YOUR OBJECTIVE
Find every line in the data that contains the word "getrusage". Return each of those lines.
SUPPLIED DATA section start
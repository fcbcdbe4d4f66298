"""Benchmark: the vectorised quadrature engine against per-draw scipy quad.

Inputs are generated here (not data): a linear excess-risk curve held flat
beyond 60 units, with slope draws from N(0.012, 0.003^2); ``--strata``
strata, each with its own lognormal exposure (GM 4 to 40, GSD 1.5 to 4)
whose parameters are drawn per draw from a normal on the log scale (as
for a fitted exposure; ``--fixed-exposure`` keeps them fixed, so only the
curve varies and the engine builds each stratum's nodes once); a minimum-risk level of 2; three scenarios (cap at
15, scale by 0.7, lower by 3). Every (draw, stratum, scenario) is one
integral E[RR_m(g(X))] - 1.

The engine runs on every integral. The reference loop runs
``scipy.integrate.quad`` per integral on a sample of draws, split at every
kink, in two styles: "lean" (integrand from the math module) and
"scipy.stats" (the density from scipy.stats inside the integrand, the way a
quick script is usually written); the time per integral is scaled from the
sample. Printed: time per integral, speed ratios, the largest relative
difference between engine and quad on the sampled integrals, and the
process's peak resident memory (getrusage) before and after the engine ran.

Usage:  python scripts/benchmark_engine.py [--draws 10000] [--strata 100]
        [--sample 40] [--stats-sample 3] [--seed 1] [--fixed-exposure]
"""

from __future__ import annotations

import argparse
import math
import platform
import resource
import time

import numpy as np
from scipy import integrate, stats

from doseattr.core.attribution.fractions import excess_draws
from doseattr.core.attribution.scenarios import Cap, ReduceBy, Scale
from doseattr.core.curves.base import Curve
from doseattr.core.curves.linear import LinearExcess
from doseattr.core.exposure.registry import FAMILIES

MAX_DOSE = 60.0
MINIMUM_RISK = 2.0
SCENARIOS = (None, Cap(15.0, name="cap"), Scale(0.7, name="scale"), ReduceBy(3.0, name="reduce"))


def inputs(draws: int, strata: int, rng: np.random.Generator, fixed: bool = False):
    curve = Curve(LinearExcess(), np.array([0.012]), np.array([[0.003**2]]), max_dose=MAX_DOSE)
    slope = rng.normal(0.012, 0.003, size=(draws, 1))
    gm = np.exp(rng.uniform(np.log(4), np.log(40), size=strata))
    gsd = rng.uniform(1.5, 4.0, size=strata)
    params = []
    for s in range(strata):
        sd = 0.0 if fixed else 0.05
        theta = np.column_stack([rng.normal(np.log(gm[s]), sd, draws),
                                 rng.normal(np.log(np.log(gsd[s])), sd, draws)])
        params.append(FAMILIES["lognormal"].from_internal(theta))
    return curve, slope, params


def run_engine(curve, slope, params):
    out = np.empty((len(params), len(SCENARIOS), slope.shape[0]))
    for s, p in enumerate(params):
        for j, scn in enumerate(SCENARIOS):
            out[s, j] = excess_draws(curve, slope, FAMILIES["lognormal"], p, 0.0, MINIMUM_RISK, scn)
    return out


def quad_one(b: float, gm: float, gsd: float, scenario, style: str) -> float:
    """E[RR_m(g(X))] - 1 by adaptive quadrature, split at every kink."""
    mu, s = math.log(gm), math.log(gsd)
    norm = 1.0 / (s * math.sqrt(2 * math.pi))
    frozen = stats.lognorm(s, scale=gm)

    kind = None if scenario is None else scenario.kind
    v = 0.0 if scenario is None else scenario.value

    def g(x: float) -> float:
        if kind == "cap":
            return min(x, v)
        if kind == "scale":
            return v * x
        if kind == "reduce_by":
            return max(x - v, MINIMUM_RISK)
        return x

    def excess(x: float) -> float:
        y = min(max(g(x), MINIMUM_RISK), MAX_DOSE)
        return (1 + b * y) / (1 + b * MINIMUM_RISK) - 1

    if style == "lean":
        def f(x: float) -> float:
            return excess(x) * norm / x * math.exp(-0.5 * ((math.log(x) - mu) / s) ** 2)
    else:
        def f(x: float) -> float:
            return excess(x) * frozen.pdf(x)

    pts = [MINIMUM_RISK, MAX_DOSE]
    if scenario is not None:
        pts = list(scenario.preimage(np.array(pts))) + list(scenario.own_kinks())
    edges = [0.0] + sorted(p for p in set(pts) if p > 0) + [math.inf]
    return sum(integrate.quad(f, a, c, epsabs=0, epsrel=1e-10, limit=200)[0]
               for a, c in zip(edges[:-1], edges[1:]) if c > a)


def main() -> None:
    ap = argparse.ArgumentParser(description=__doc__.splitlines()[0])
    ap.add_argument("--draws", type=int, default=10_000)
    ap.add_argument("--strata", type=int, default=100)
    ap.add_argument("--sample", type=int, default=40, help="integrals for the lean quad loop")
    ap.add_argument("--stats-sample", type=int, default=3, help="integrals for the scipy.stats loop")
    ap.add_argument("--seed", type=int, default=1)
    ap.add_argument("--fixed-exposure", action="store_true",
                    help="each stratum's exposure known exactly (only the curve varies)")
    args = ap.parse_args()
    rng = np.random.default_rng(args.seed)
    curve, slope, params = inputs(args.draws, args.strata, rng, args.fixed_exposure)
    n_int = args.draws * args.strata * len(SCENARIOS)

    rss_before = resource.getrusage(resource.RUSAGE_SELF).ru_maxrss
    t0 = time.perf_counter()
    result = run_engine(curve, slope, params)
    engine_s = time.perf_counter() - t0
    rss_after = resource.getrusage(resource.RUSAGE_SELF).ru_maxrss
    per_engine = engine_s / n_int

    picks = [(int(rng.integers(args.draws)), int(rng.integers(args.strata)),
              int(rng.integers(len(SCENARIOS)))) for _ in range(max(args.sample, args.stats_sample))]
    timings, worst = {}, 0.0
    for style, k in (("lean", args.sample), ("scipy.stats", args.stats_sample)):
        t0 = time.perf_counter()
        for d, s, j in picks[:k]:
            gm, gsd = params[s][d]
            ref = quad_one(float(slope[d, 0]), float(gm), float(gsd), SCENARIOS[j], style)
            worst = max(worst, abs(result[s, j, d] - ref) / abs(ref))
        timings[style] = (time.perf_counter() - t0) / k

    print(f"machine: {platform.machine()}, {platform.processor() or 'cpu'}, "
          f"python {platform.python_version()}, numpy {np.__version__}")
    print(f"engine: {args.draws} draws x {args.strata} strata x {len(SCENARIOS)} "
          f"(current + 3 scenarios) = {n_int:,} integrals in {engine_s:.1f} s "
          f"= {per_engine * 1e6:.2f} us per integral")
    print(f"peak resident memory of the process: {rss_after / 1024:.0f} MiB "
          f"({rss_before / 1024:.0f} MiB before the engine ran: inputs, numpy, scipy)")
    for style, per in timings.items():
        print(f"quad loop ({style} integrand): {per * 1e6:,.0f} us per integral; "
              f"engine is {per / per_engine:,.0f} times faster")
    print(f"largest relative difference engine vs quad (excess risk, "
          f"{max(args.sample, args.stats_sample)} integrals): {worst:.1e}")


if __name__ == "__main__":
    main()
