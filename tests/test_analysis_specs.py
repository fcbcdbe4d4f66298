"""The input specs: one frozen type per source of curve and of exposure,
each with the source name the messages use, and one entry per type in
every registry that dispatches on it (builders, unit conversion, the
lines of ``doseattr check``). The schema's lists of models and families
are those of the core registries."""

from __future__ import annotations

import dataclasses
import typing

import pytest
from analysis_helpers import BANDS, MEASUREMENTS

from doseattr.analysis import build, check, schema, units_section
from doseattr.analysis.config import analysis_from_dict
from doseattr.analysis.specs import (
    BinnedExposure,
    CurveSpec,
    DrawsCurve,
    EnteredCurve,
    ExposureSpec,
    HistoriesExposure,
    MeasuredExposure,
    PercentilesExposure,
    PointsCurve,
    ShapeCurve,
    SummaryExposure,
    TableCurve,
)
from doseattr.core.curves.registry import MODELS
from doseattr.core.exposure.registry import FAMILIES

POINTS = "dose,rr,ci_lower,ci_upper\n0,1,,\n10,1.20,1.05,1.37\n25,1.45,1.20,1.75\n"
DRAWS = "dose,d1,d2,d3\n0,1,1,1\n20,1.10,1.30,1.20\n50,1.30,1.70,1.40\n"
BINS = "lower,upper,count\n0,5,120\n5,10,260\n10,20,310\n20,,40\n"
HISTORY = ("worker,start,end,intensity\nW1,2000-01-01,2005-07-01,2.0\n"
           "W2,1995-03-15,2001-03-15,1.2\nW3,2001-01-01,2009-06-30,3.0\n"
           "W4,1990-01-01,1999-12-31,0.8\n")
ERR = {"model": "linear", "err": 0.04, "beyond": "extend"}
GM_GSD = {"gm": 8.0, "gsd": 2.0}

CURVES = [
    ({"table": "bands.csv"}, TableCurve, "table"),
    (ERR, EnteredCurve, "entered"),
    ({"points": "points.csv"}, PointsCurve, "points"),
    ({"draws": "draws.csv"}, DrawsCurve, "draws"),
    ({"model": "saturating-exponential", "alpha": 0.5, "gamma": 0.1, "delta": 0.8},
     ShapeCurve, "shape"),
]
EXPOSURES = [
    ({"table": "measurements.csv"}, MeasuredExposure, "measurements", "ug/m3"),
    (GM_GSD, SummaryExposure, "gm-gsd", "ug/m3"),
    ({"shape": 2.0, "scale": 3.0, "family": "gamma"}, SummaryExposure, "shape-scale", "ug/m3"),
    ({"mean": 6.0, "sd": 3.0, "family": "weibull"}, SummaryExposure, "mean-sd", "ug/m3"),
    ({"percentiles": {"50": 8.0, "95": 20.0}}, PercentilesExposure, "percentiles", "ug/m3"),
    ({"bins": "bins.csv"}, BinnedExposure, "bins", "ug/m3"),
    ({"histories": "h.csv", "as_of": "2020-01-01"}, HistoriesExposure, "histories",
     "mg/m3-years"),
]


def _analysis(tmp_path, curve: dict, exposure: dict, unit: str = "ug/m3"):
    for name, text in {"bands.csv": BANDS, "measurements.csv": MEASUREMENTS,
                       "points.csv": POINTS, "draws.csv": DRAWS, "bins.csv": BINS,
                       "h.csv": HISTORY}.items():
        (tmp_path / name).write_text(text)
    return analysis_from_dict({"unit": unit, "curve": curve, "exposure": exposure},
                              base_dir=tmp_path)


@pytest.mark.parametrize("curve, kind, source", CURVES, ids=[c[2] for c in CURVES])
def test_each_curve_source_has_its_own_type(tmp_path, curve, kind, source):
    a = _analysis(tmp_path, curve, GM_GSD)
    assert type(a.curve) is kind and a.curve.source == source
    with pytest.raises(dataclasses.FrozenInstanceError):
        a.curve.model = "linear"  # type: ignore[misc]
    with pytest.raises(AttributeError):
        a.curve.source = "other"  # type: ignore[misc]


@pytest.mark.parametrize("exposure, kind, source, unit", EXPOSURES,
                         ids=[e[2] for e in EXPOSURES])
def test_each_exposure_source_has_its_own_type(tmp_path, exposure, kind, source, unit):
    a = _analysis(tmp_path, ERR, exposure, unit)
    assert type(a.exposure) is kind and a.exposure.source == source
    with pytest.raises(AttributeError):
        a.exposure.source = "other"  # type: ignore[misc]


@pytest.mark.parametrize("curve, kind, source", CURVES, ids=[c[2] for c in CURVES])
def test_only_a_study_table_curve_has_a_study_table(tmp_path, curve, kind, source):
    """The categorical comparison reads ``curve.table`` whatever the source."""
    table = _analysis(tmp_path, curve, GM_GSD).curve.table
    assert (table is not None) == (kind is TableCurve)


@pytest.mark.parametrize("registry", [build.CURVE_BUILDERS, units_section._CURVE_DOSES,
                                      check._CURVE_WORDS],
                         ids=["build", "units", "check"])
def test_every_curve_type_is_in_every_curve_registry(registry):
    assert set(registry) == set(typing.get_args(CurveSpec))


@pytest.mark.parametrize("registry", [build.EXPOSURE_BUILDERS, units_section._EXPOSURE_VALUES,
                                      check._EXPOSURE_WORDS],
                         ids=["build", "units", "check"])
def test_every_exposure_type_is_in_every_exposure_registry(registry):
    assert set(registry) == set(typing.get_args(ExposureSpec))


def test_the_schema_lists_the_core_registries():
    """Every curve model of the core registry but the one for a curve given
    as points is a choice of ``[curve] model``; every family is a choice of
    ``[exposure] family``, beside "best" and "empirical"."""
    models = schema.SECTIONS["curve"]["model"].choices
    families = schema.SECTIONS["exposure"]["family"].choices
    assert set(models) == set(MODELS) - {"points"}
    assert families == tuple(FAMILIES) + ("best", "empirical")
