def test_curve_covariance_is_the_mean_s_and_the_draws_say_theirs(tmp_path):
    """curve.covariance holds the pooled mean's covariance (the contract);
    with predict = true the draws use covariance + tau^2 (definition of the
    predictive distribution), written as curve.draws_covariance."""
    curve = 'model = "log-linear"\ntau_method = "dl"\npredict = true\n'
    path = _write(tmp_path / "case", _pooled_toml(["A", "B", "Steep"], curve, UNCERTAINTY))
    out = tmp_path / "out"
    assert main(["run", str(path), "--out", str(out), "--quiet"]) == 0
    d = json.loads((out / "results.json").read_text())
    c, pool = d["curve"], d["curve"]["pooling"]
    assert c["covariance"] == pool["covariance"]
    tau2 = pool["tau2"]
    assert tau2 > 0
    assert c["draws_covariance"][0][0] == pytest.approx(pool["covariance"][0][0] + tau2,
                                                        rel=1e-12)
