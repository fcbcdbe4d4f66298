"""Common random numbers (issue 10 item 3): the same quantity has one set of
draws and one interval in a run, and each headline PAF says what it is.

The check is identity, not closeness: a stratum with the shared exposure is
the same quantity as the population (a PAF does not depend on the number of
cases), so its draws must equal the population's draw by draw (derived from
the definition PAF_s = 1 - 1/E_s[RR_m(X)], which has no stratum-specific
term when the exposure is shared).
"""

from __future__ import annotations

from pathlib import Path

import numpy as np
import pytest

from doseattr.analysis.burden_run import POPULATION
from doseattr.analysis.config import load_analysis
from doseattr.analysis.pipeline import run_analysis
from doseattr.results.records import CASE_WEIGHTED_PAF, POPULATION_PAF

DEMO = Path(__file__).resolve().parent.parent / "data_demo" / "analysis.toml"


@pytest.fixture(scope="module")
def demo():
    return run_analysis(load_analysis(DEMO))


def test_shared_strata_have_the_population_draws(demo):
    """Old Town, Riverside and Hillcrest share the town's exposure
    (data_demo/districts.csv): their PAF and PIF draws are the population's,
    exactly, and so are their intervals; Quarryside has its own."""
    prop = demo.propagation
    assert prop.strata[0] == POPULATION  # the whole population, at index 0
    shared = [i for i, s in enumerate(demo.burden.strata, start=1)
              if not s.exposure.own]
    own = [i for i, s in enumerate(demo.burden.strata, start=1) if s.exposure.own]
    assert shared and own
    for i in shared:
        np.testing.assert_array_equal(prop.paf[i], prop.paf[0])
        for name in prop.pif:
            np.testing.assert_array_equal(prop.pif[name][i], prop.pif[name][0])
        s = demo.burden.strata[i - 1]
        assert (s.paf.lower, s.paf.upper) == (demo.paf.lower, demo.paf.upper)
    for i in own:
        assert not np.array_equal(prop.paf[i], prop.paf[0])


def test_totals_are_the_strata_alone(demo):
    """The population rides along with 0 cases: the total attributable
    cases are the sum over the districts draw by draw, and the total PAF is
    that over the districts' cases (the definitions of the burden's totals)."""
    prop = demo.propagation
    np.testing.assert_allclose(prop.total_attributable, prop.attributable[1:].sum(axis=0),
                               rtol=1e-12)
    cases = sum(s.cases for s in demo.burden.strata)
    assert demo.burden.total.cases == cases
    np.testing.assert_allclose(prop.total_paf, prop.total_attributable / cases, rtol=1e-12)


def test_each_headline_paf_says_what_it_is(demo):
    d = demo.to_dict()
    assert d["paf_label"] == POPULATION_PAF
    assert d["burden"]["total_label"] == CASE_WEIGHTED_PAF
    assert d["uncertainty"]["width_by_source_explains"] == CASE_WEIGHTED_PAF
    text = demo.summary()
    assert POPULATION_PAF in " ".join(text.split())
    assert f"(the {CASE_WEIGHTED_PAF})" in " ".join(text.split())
SUPPLIED DATA section end
YOUR RESPONSE
process's peak resident memory (getrusage) before and after the engine ran.
    rss_before = resource.getrusage(resource.RUSAGE_SELF).ru_maxrss
    rss_after = resource.getrusage(resource.RUSAGE_SELF).ru_maxrss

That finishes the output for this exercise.